Kotek’s 47-Member Task Force to Reinvigorate Downtown Holds First Meeting

Its members will soon be assigned to subcommittees.

CONCERN: A cleaning rig outside a distressed office tower in downtown Portland. (Brian Burk)

A task force put together by Gov. Tina Kotek to think up a plan to combat downtown Portland’s ills met for the first time Tuesday morning. The full 47-member task force will meet three times between now and October, and subcommittees of the task force that focus on specific issues like homelessness and falling property values will meet independently.

The first meeting of the task force took place at the Columbia Square office building in downtown Portland.

According to two members of the task force who spoke with WW on condition of anonymity, Tuesday’s meeting was primarily an overview of the challenges all of the members are keenly aware of in downtown Portland: open drug use, mental health crises and inadequate social services to help those living on the streets. Kotek and Mayor Ted Wheeler took turns speaking to members of the task force, all of whom wore name tags and sat on chairs in a large conference room at Columbia Square.

An economist presented a slideshow of downtown’s ailing economic health, including high office vacancy rates, plateaued foot traffic and falling property values. One of the task force members called the Tuesday meeting “appropriately boring.”

The task force is a stacked roster of downtown law firm presidents, leaders of companies with a wide central city office footprint, nonprofit executives, Mayor Wheeler, Multnomah County Chair Jessica Vega Pederson, U.S. Sen.

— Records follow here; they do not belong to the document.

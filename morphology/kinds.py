"""The kinds of neurite, by the codes of the SWC standard and the words of the trade."""

from __future__ import annotations

SOMA, AXON, BASAL, APICAL = 1, 2, 3, 4
KIND_NAMES = {SOMA: "soma", AXON: "axon", BASAL: "basal", APICAL: "apical"}
_CODES = {name: code for code, name in KIND_NAMES.items()}


def kind_name(code: int) -> str:
    """The word for an SWC code, or the number itself as text where the standard has no word we use."""
    return KIND_NAMES.get(int(code), str(int(code)))


def kind_code(kind: str | int) -> int:
    """The SWC code of a kind given as a word ("basal") or a number (3, "3").

    Raises:
        ValueError: the word is neither a kind nor a whole number.
    """
    if isinstance(kind, str) and kind.strip().lower() in _CODES:
        return _CODES[kind.strip().lower()]
    try:
        return int(kind)
    except ValueError:
        words = ", ".join(KIND_NAMES.values())
        raise ValueError(f"unknown kind {kind!r}: expected {words}, or an SWC code such as 7") from None
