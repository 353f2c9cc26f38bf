"""An invented pyramidal neuron: basal trees, an apical trunk with obliques and a tuft, an axon stub.

Sizes are typical of such cells in rodent cortex (common practice, no source); no real cell was traced.
"""

from __future__ import annotations

from dataclasses import dataclass, field

import numpy as np

from morphology.kinds import APICAL, AXON, BASAL, SOMA
from morphology.structure import Floats
from morphology.tree import CellTree

STEP_UM = 5.5
UP = np.array([0.0, 1.0, 0.0])
FLATNESS = 0.35  # how much of the wandering goes into depth (z)
THINNEST_UM = 0.2


@dataclass
class _Sketch:
    """Rows under construction; places and radii rounded to a nanometre, as a file would have them."""

    rng: np.random.Generator
    kinds: list[int] = field(default_factory=list)
    places: list[Floats] = field(default_factory=list)
    radii: list[float] = field(default_factory=list)
    parents: list[int] = field(default_factory=list)
    headings: list[Floats] = field(default_factory=list)

    def add(self, kind: int, place: Floats, radius_um: float, parent: int, heading: Floats) -> int:
        self.kinds.append(kind)
        self.places.append(np.round(place, 3))
        self.radii.append(round(float(radius_um), 3))
        self.parents.append(parent)
        self.headings.append(heading)
        return len(self.kinds) - 1

    def grow(
        self,
        kind: int,
        row: int,
        heading: Floats,
        length_um: float,
        radii_um: tuple[float, float],
        wander: float = 0.12,
        pull: Floats | None = None,
    ) -> list[int]:
        """A gently winding path from `row`, its radius going from the first to the second of `radii_um`.

        `pull` is a direction into which the path turns slowly. Returns the rows of the path.
        """
        n = max(2, round(length_um / STEP_UM))
        rows = []
        place = self.places[row]
        sway = np.zeros(3)
        for k in range(1, n + 1):
            # the sway has a memory of some steps, so that the path bends rather than jitters
            sway = 0.75 * sway + wander * self.rng.normal(size=3) * (1.0, 1.0, FLATNESS)
            heading = _unit(heading + 0.35 * sway + (0.0 if pull is None else pull))
            place = place + heading * length_um / n * self.rng.uniform(0.8, 1.2)
            share = k / n
            radius = radii_um[0] + (radii_um[1] - radii_um[0]) * share
            row = self.add(kind, place, max(radius * self.rng.uniform(0.94, 1.06), THINNEST_UM), row, heading)
            rows.append(row)
        return rows

    def turned(self, heading: Floats, degrees: float) -> Floats:
        """`heading` turned in the plane of the drawing by an angle, with a little depth."""
        angle = np.radians(degrees)
        cos, sin = np.cos(angle), np.sin(angle)
        x, y, z = heading
        depth = 0.7 * z + FLATNESS * self.rng.normal() * 0.5
        return _unit(np.array([cos * x - sin * y, sin * x + cos * y, depth]))

    def fork(
        self,
        kind: int,
        row: int,
        radius_um: float,
        orders: int,
        lengths_um: tuple[float, float],
        spread_degrees: float,
        pull: Floats | None = None,
    ) -> None:
        """A bush of up to `orders` bifurcations on `row`; `lengths_um` before the last fork and after it."""
        rng = self.rng
        waiting = [(row, radius_um, orders)]
        while waiting:
            base, radius, left = waiting.pop()
            share = rng.uniform(0.35, 0.65)
            side = rng.choice((-1.0, 1.0))
            for part, sign in ((share, side), (1.0 - share, -side)):
                start = max(radius * (1.1 * part) ** (2 / 3), THINNEST_UM)
                last = left <= 1 or (left < orders and rng.uniform() < 0.2)
                length = lengths_um[1 if last else 0] * rng.uniform(0.7, 1.35)
                end = max(start * (0.6 if last else 0.9), THINNEST_UM)
                heading = self.turned(self.headings[base], sign * spread_degrees * rng.uniform(0.6, 1.3))
                tip = self.grow(kind, base, heading, length, (start, end), pull=pull)[-1]
                if not last:
                    waiting.append((tip, end, left - 1))


def neuron(seed: int | np.random.Generator) -> CellTree:
    """An invented pyramidal cell, apical dendrite up (+y), flat in the main; another one for every seed.

    About 800 to 1,500 points, 10,000 to 25,000 µm² of membrane; soma of about 8 µm radius at the origin.
    """
    sketch = _Sketch(np.random.default_rng(seed))
    soma_radius = sketch.rng.uniform(7.4, 8.6)
    sketch.add(SOMA, np.zeros(3), soma_radius, -1, UP)
    trees = int(sketch.rng.integers(5, 7))
    sides = np.linspace(168, 372, trees) + sketch.rng.uniform(-10, 10, trees)
    _axon(sketch, soma_radius, float(sides[trees // 2 - 1 : trees // 2 + 1].mean()))
    for degrees in sides:
        _basal(sketch, soma_radius, degrees)
    _apical(sketch, soma_radius)
    n = len(sketch.kinds)
    return CellTree(
        np.arange(1, n + 1),
        np.array(sketch.kinds),
        np.array(sketch.places),
        np.array(sketch.radii),
        np.array(sketch.parents),
        "invented pyramidal cell",
    )


def _stem(sketch: _Sketch, kind: int, degrees: float, radius_um: float, soma_radius_um: float) -> int:
    """A first row just off the soma's surface, at an angle counted from +x in the plane of the drawing."""
    heading = sketch.turned(np.array([1.0, 0.0, 0.0]), degrees)
    return sketch.add(kind, heading * (soma_radius_um + 0.5), radius_um, 0, heading)


def _axon(sketch: _Sketch, soma_radius_um: float, degrees: float) -> None:
    row = _stem(sketch, AXON, degrees, 0.9, soma_radius_um)
    row = sketch.grow(AXON, row, sketch.headings[row], 15.0, (0.8, 0.45), wander=0.05)[-1]
    sketch.grow(AXON, row, sketch.headings[row], 45.0, (0.45, 0.4), wander=0.05, pull=-0.04 * UP)


def _basal(sketch: _Sketch, soma_radius_um: float, degrees: float) -> None:
    rng = sketch.rng
    radius = rng.uniform(0.75, 1.05)
    row = _stem(sketch, BASAL, degrees, radius * 1.15, soma_radius_um)
    row = sketch.grow(BASAL, row, sketch.headings[row], rng.uniform(14, 36), (radius, radius * 0.9))[-1]
    outward = 0.02 * _unit(sketch.places[row])
    sketch.fork(BASAL, row, radius * 0.9, int(rng.integers(2, 4)), (38.0, 95.0), 32.0, outward)


def _apical(sketch: _Sketch, soma_radius_um: float) -> None:
    rng = sketch.rng
    length, base, end = rng.uniform(400, 580), rng.uniform(1.7, 2.2), rng.uniform(0.8, 1.0)
    row = _stem(sketch, APICAL, 90 + rng.uniform(-6, 6), base * 1.25, soma_radius_um)
    trunk = sketch.grow(APICAL, row, sketch.headings[row], length, (base, end), wander=0.06, pull=0.04 * UP)
    obliques = int(rng.integers(6, 10))
    side = rng.choice((-1.0, 1.0))
    for k, share in enumerate(np.linspace(0.1, 0.68, obliques) + rng.uniform(-0.025, 0.025, obliques)):
        at = trunk[int(share * len(trunk))]
        radius = rng.uniform(0.42, 0.62)
        turn = (side if k % 2 else -side) * rng.uniform(52, 78)
        heading = sketch.turned(sketch.headings[at], turn)
        reach = rng.uniform(30, 60)
        if rng.uniform() < 0.55:
            tip = sketch.grow(APICAL, at, heading, reach, (radius, radius * 0.9), pull=0.012 * UP)[-1]
            sketch.fork(APICAL, tip, radius * 0.9, 1, (40.0, 85.0), 28.0, 0.012 * UP)
        else:
            sketch.grow(APICAL, at, heading, reach + 80.0, (radius, radius * 0.55), pull=0.012 * UP)
    sketch.fork(APICAL, trunk[-1], end, 3, (42.0, 95.0), 30.0, 0.015 * UP)


def _unit(vector: Floats) -> Floats:
    return vector / np.linalg.norm(vector)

Ron Wyden (D-Ore.), U.S. Reps. Earl Blumenauer and Suzanne Bonamici (D-Ore.), state Reps. Janelle Bynum (D-Happy Valley) and Rob Nosse (D-Portland), Metro President Lynn Peterson and small business owners, among others.

Members of the task force will soon receive subcommittee assignments. The five subcommittees will address central city property values, livability, housing and homelessness, community safety, and taxes, respectively. (If someone despises their assignment, according to task force members, Kotek said she could switch them.)

Mayor Wheeler brought with him a laundry list of requests. Some are specific to Gov. Kotek—like increasing funding for trash cleanup along highways, deploying 96 Oregon State Police troopers to Portland to enforce traffic laws, committing $21 million to the mayor’s sanctioned encampments, funding for building a sobering center that the city has been without for years now, deploying bond money to make it easier for developers to build affordable housing, and chipping in state money to repair tent-ringed Union Station.

Kotek has said previously that once the task force comes up with a plan, it will be presented at the Oregon Business Summit in December. The recommendations would also align with a spring legislative session—a likely time for the city to lobby for funding for particular projects.